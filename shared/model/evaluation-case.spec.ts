import { describe, expect, it } from 'vitest';
import { compareResults, isWorse } from './compare-results';
import { evaluateScenarios, isEvaluated, scenarioCase, uncoveredLines } from './evaluation-case';
import type { LaserInputs, Scenario } from './evaluations';
import { changedInputs, hashedInputs } from './laser-inputs';
import { emissionSummary } from './laser-summary';
import type { Emission, Quantity } from './lasers';
import { proposeScenarios } from './propose-scenarios';
import { reachOf } from './reach-of';

const q = (value: number, more: Partial<Quantity> = {}): Quantity => ({
  value,
  source: 'data-sheet',
  ...more,
});

function line(id: string, nm: number, more: Partial<Emission> = {}): Emission {
  return {
    id,
    wavelengthNm: q(nm),
    mode: 'cw',
    powerW: q(5),
    delivery: 'beam',
    diameterMm: q(2.3),
    diameterConvention: '1/e2',
    divergenceMrad: q(0.5),
    divergenceConvention: '1/e2',
    divergenceAngle: 'full',
    profile: 'gaussian',
    ...more,
  };
}

function inputs(...emissions: Emission[]): LaserInputs {
  return { emissions, emissionSets: [] };
}

function situation(more: Partial<Scenario> = {}): Scenario {
  return {
    id: 's1',
    activity: 'operation',
    name: 'Operation',
    emissionIds: ['e1'],
    atWavelengthNm: {},
    eyeS: 0.25,
    exposureReason: 'unintended',
    path: { kind: 'direct' },
    ...more,
  };
}

describe('the case of a situation', () => {
  it('equals case A of the engine contract for the laser of case A', () => {
    const input = { ruleSet: 'ansi-z136.1-2014', scenarios: [situation()] } as const;
    const [first] = evaluateScenarios(inputs(line('e1', 532)), {
      ...input,
      scenarios: [...input.scenarios],
    });
    const result = first?.result;
    if (!result || !isEvaluated(result)) throw new Error('not evaluated');
    // Engine contract 8, case A.
    expect(result.eye.hazardDistanceM).toBeCloseTo(1414.3853, 3);
    expect(result.eye.opticalDensity).toBeCloseTo(3.7078965, 6);
  });

  it('carries aid, air, model and distance, and completes half a model from the rule set', () => {
    const built = scenarioCase(
      inputs(line('e1', 532)),
      situation({
        aid: { objectiveMm: 50, magnification: 7, transmission: 0.9 },
        attenuationPerKm: 0.1,
        growth: 'hyperbolic',
        atDistanceM: 3,
        skinS: 10,
      }),
      'iec-60825-1-2014',
    );
    expect(built).toMatchObject({
      ok: true,
      case: {
        exposure: { eyeS: 0.25, skinS: 10 },
        aid: { magnification: 7 },
        air: { attenuationPerKm: 0.1 },
        model: { growth: 'hyperbolic', onAxis: 'aperture-mean' },
        at: { distanceM: 3 },
      },
    });
  });

  it('names unknown lines, and faults of the record, by path', () => {
    const laser = inputs(line('e1', 532), line('e2', 1064, { powerW: undefined }));
    const scenarios = [situation(), situation({ id: 's2', emissionIds: ['e2', 'e9'] })];
    const results = evaluateScenarios(laser, { ruleSet: 'icnirp-2013', scenarios });
    expect(results[1]).toMatchObject({
      case: null,
      result: {
        errors: [
          { path: 'laserInputs.emissions[1].powerW' },
          { path: 'scenarios[1].emissionIds', message: 'The laser has no line "e9".' },
        ],
      },
    });
    const tunable = inputs(line('e1', 690, { wavelengthToNm: q(1040) }));
    const [first] = evaluateScenarios(tunable, {
      ruleSet: 'icnirp-2013',
      scenarios: [situation()],
    });
    expect(first?.result).toMatchObject({ errors: [{ path: 'scenarios[0].atWavelengthNm.e1' }] });
  });

  it('does not mix lines that leave by different ways', () => {
    const fiber = line('e2', 976, { delivery: 'multimode-fiber', numericalAperture: q(0.22) });
    const laser = inputs(line('e1', 532), fiber);
    const built = scenarioCase(laser, situation({ emissionIds: ['e1', 'e2'] }), 'icnirp-2013');
    expect(built).toMatchObject({
      ok: false,
      errors: [
        {
          path: 'emissionIds',
          message: expect.stringMatching(/free beam.*numerical aperture 0.22/),
        },
      ],
    });
    const alone = scenarioCase(laser, situation({ emissionIds: ['e2'] }), 'icnirp-2013');
    expect(alone).toMatchObject({ case: { path: { kind: 'fiber', numericalAperture: 0.22 } } });
  });

  it('knows which lines nothing covers', () => {
    const laser = inputs(line('e1', 532), line('e2', 1064));
    expect(uncoveredLines(laser, { scenarios: [situation()] })).toEqual(['1064 nm']);
  });
});

describe('proposed situations', () => {
  it('cover every set and every line, and say why they last as long as they do', () => {
    const laser: LaserInputs = {
      emissions: [line('e1', 488), line('e2', 514.5), line('e3', 1064)],
      emissionSets: [{ name: 'blue and green', emissionIds: ['e1', 'e2'] }],
    };
    const scenarios = proposeScenarios(laser, 'iec-60825-1-2014');
    expect(scenarios.map(({ name, emissionIds, eyeS }) => [name, emissionIds, eyeS])).toEqual([
      ['Operation, blue and green', ['e1', 'e2'], 0.25],
      ['Operation', ['e3'], 10],
      ['Alignment, blue and green', ['e1', 'e2'], 10],
      ['Alignment', ['e3'], 10],
    ]);
    expect(scenarios.every(({ exposureReason }) => exposureReason.length > 10)).toBe(true);
    expect(uncoveredLines(laser, { scenarios })).toEqual([]);
    const results = evaluateScenarios(laser, { ruleSet: 'iec-60825-1-2014', scenarios });
    expect(results.every(({ result }) => isEvaluated(result))).toBe(true);
  });

  it('choose a wavelength inside a tuning range, the farthest of its ends and table edges', () => {
    const laser = inputs(line('e1', 690, { wavelengthToNm: q(1040) }));
    const [first] = proposeScenarios(laser, 'iec-60825-1-2014');
    expect(first?.atWavelengthNm.e1).toBeGreaterThanOrEqual(690);
    expect(first?.atWavelengthNm.e1).toBeLessThanOrEqual(1040);
  });
});

describe('what got worse', () => {
  const scenarios = [situation({ emissionIds: ['e1'] })];
  const of = (...lines: Emission[]) => {
    const chosen = [{ ...scenarios[0]!, emissionIds: lines.map(({ id }) => id) }];
    const results = evaluateScenarios(inputs(...lines), {
      ruleSet: 'iec-60825-1-2014',
      scenarios: chosen,
    });
    return { scenarios: chosen, results };
  };

  it('is nothing when nothing changed', () => {
    expect(compareResults(of(line('e1', 532)), of(line('e1', 532)))).toEqual([]);
  });

  it('lists distances and densities that grew, and turns round when they shrink', () => {
    const more = compareResults(of(line('e1', 532)), of(line('e1', 532, { powerW: q(10) })));
    expect(more.length).toBeGreaterThan(3);
    expect(more.every(({ direction }) => direction === 'worse')).toBe(true);
    expect(isWorse(more)).toBe(true);
    const less = compareResults(of(line('e1', 532, { powerW: q(10) })), of(line('e1', 532)));
    expect(less.every(({ direction }) => direction === 'better')).toBe(true);
    expect(isWorse(less)).toBe(false);
  });

  it('puts new lines first, and counts a lower limit as worse', () => {
    const changes = compareResults(of(line('e1', 800)), of(line('e1', 800), line('e2', 400)));
    expect(changes[0]).toMatchObject({ direction: 'new', sealed: null });
    expect(changes.filter(({ what }) => what.startsWith('400 nm')).length).toBe(4);
    const shorter = compareResults(of(line('e1', 1064)), of(line('e1', 532, { label: '1064 nm' })));
    expect(shorter).toContainEqual(
      expect.objectContaining({ what: 'Eye hazard distance', direction: 'worse' }),
    );
  });

  it('says what is gone', () => {
    const changes = compareResults(of(line('e1', 800), line('e2', 400)), of(line('e1', 800)));
    expect(changes).toContainEqual(
      expect.objectContaining({
        what: '400 nm: optical density, eye',
        direction: 'gone',
        today: null,
      }),
    );
  });
});

describe('the reach', () => {
  it('is the worst of all situations, with each line alone', () => {
    const laser = inputs(line('e1', 532), line('e2', 1064));
    const both = situation({ id: 's2', name: 'Both', emissionIds: ['e1', 'e2'], eyeS: 10 });
    const input = { ruleSet: 'iec-60825-1-2014' as const, scenarios: [situation(), both] };
    const results = evaluateScenarios(laser, input);
    const reach = reachOf(input, results);
    expect(reach).toMatchObject({ scenario: 'Both', eyeS: 10, skinS: 10 });
    expect(reach?.lines.map(({ wavelengthNm }) => wavelengthNm)).toEqual([532, 1064]);
    for (const one of reach?.lines ?? []) {
      expect(one.eyeDistanceM).toBeLessThanOrEqual(reach!.eyeDistanceM * (1 + 1e-12));
    }
    expect(reachOf(input, [])).toBeUndefined();
  });
});

describe('inputs', () => {
  it('are told apart field by field', () => {
    const before = inputs(line('e1', 532), line('e2', 1064));
    const after: LaserInputs = {
      ...inputs(
        line('e1', 532, { powerW: q(10, { source: 'measured' }), m2: 1.2 }),
        line('e3', 355),
      ),
      beamPath: 'open',
    };
    expect(changedInputs(before, after)).toEqual([
      { field: '532 nm: power', sealed: '5 W (data sheet)', today: '10 W (measured)' },
      { field: '532 nm: m2', sealed: 'not given', today: '1.2' },
      { field: '1064 nm', sealed: 'on record', today: 'removed' },
      { field: '355 nm', sealed: 'not on record', today: 'added' },
      { field: 'Beam path', sealed: 'not given', today: 'open' },
    ]);
    expect(changedInputs(before, before)).toEqual([]);
  });

  it('are the same whatever they were typed as', () => {
    const typed = inputs(line('e1', 532, { powerW: q(5, { text: '5000 mW' }) }));
    expect(hashedInputs(typed)).toEqual(hashedInputs(inputs(line('e1', 532))));
  });
});

it.each([
  [line('a', 532), 'CW, 5 W'],
  [
    line('a', 800, {
      mode: 'repetitive',
      pulseEnergyJ: q(5e-3),
      pulseDurationS: q(35e-15),
      repetitionRateHz: q(1000),
    }),
    '5 mJ, 35 fs, 1 kHz',
  ],
  [
    line('a', 800, {
      mode: 'mode-locked',
      powerW: q(0.6),
      pulseDurationS: q(10e-15),
      repetitionRateHz: q(80e6),
    }),
    'mode-locked, 600 mW, 10 fs, 80 MHz',
  ],
  [
    line('a', 800, { mode: 'single', pulseEnergyJ: q(4e-5), pulseDurationS: q(3e-13) }),
    '40 µJ, 300 fs, single',
  ],
])('a line in a list reads as on the data sheet', (emission, text) => {
  expect(emissionSummary(emission)).toBe(text);
});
◆ ◆ ◆
About this exercise >>
When the word "model" shows up in a line of the entries, report that line.

Response to this exercise >>
filename shared/model/evaluation-case.spec.ts
  it('carries aid, air, model and distance, and completes half a model from the rule set', () => {
        model: { growth: 'hyperbolic', onAxis: 'aperture-mean' },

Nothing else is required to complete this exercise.